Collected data
++++++++++++++++++++

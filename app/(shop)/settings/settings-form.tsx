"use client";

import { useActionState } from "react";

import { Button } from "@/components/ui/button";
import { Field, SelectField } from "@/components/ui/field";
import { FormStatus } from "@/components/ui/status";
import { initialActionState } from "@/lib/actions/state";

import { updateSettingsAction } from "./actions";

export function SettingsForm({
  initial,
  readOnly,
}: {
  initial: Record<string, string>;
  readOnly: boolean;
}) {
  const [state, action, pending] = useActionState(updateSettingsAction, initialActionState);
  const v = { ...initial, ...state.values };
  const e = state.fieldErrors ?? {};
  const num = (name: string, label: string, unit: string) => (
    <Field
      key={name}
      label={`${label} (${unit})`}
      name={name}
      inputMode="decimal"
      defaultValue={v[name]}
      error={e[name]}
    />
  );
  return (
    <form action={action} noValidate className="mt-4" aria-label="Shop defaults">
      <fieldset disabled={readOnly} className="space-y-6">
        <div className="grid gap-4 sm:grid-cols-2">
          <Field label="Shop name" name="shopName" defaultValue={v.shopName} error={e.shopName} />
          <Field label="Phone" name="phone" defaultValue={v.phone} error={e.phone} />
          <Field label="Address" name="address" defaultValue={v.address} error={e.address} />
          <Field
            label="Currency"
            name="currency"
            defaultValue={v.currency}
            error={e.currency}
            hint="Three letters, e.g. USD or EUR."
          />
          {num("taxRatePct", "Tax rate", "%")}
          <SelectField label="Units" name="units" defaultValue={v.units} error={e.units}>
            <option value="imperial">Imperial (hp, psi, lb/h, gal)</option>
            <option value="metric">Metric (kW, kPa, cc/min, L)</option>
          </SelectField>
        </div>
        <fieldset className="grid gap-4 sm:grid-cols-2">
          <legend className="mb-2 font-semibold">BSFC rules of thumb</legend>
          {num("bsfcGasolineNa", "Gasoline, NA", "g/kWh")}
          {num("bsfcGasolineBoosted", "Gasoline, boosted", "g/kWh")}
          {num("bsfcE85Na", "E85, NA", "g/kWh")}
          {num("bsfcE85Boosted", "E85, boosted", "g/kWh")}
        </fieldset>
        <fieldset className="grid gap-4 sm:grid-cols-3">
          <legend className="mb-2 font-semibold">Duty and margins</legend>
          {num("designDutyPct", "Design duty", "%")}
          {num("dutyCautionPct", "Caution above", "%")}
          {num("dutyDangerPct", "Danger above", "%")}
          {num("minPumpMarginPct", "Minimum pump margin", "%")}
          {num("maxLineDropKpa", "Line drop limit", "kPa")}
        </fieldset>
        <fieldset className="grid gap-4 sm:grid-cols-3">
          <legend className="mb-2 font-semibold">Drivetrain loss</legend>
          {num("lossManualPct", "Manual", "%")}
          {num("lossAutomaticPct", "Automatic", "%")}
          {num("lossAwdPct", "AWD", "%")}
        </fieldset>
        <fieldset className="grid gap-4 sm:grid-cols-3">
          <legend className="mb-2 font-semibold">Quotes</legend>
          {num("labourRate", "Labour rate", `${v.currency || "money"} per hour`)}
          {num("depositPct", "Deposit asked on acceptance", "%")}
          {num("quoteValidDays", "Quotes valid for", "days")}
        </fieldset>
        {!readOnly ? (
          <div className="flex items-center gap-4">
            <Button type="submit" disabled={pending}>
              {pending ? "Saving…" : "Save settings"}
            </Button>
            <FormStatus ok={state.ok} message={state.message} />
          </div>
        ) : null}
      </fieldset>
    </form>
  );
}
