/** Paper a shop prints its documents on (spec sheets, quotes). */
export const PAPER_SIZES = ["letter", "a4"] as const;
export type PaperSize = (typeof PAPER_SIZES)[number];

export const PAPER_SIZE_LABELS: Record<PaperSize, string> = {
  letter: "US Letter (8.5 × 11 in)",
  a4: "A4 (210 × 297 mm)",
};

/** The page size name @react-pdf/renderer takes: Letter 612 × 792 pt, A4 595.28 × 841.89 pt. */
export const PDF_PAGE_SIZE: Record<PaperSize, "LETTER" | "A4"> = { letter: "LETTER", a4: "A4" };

++++++++++++++++++++

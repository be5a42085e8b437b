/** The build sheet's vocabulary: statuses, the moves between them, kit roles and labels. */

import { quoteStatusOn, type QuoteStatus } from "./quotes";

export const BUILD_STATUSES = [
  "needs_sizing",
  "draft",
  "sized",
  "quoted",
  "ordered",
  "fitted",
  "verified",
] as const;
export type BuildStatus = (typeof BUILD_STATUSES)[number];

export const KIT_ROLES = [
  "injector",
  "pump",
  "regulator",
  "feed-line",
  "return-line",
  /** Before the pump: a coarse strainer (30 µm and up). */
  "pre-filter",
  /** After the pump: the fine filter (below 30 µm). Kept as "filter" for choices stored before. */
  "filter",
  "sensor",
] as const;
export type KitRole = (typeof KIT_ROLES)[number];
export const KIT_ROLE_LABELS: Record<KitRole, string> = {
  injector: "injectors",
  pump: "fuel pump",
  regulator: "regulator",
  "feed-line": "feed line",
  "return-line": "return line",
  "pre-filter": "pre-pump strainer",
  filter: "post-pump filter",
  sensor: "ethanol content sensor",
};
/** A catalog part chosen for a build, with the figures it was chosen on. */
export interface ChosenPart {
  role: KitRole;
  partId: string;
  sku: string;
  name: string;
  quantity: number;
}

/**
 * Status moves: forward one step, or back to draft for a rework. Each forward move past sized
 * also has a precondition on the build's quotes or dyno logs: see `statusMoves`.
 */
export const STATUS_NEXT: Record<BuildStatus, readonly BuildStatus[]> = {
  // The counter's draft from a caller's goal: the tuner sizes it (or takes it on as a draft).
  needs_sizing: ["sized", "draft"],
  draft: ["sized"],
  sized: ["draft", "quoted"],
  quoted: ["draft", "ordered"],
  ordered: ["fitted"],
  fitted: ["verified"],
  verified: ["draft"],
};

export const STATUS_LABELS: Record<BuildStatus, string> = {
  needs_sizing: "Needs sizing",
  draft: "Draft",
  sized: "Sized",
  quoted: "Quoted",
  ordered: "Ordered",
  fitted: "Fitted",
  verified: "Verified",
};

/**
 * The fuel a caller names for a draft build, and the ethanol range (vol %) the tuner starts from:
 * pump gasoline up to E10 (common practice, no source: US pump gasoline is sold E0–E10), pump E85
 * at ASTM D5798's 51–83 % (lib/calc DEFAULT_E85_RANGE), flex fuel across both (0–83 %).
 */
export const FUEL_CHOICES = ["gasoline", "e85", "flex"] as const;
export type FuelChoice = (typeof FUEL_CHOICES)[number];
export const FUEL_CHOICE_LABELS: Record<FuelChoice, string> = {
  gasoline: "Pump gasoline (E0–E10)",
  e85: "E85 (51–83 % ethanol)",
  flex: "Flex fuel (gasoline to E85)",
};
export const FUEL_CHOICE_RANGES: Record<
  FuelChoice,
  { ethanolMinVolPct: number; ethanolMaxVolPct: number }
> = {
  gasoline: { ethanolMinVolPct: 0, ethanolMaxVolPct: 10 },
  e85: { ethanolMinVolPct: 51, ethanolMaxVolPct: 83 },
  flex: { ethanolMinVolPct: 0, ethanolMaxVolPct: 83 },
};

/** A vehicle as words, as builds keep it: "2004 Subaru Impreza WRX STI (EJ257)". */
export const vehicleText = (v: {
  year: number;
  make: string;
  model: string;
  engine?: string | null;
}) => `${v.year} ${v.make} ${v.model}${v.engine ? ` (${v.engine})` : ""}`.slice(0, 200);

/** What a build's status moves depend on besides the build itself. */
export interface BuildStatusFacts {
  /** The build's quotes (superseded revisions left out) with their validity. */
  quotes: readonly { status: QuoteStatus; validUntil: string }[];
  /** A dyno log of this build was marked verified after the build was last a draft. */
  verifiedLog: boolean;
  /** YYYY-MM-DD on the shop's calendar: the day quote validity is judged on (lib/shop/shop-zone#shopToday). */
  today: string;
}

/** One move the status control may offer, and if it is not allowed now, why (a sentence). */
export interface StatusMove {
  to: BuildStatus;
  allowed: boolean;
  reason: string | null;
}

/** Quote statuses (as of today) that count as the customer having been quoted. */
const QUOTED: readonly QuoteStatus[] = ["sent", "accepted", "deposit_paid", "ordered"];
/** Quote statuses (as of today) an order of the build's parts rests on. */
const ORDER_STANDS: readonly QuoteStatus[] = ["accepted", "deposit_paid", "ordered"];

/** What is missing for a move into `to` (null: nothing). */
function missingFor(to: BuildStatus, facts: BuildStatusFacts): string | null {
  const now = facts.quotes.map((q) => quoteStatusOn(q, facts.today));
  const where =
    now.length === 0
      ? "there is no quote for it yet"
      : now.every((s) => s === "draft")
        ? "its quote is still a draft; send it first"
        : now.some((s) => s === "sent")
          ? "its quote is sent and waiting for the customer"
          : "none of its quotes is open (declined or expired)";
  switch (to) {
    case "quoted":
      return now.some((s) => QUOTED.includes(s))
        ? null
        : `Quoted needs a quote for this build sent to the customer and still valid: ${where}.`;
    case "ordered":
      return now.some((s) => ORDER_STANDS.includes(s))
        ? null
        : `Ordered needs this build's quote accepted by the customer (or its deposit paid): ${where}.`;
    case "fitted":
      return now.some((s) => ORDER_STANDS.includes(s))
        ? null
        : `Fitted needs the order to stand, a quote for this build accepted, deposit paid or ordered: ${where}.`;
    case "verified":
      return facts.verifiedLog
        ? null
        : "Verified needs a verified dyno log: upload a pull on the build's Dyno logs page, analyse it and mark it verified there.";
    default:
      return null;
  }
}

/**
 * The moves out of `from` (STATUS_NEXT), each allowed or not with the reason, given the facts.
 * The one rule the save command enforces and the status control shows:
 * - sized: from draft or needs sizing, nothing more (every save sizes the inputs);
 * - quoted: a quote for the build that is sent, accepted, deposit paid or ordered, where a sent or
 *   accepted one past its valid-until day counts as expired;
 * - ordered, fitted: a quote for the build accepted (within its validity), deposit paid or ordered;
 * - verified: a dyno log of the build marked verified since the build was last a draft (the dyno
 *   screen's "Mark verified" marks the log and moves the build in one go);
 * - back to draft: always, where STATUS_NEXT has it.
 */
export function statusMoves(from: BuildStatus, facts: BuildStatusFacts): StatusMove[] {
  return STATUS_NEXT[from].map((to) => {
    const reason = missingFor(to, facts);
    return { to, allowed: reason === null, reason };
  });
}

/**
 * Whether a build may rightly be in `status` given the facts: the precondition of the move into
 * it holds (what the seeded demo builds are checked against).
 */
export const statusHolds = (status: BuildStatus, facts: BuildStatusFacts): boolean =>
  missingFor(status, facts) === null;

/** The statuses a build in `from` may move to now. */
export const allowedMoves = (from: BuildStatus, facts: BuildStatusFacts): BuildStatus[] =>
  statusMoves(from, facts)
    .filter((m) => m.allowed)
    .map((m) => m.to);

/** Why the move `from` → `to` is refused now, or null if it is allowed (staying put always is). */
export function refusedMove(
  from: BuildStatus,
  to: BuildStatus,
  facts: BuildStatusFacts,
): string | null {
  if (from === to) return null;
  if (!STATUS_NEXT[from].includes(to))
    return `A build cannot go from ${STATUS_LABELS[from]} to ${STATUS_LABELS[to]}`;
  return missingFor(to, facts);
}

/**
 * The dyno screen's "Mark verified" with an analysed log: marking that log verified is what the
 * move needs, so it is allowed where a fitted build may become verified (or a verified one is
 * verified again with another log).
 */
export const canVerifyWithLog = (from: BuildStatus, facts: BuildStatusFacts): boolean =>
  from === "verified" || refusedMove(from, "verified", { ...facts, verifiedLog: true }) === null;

++++++++++++++++++++

TASK DIRECTIONS: Read the lines above. Gather those in which the string "dyno" is found.

SOLUTION FOR THIS TASK:
 * also has a precondition on the build's quotes or dyno logs: see `statusMoves`.
  /** A dyno log of this build was marked verified after the build was last a draft. */
        : "Verified needs a verified dyno log: upload a pull on the build's Dyno logs page, analyse it and mark it verified there.";
 * - verified: a dyno log of the build marked verified since the build was last a draft (the dyno
 * The dyno screen's "Mark verified" with an analysed log: marking that log verified is what the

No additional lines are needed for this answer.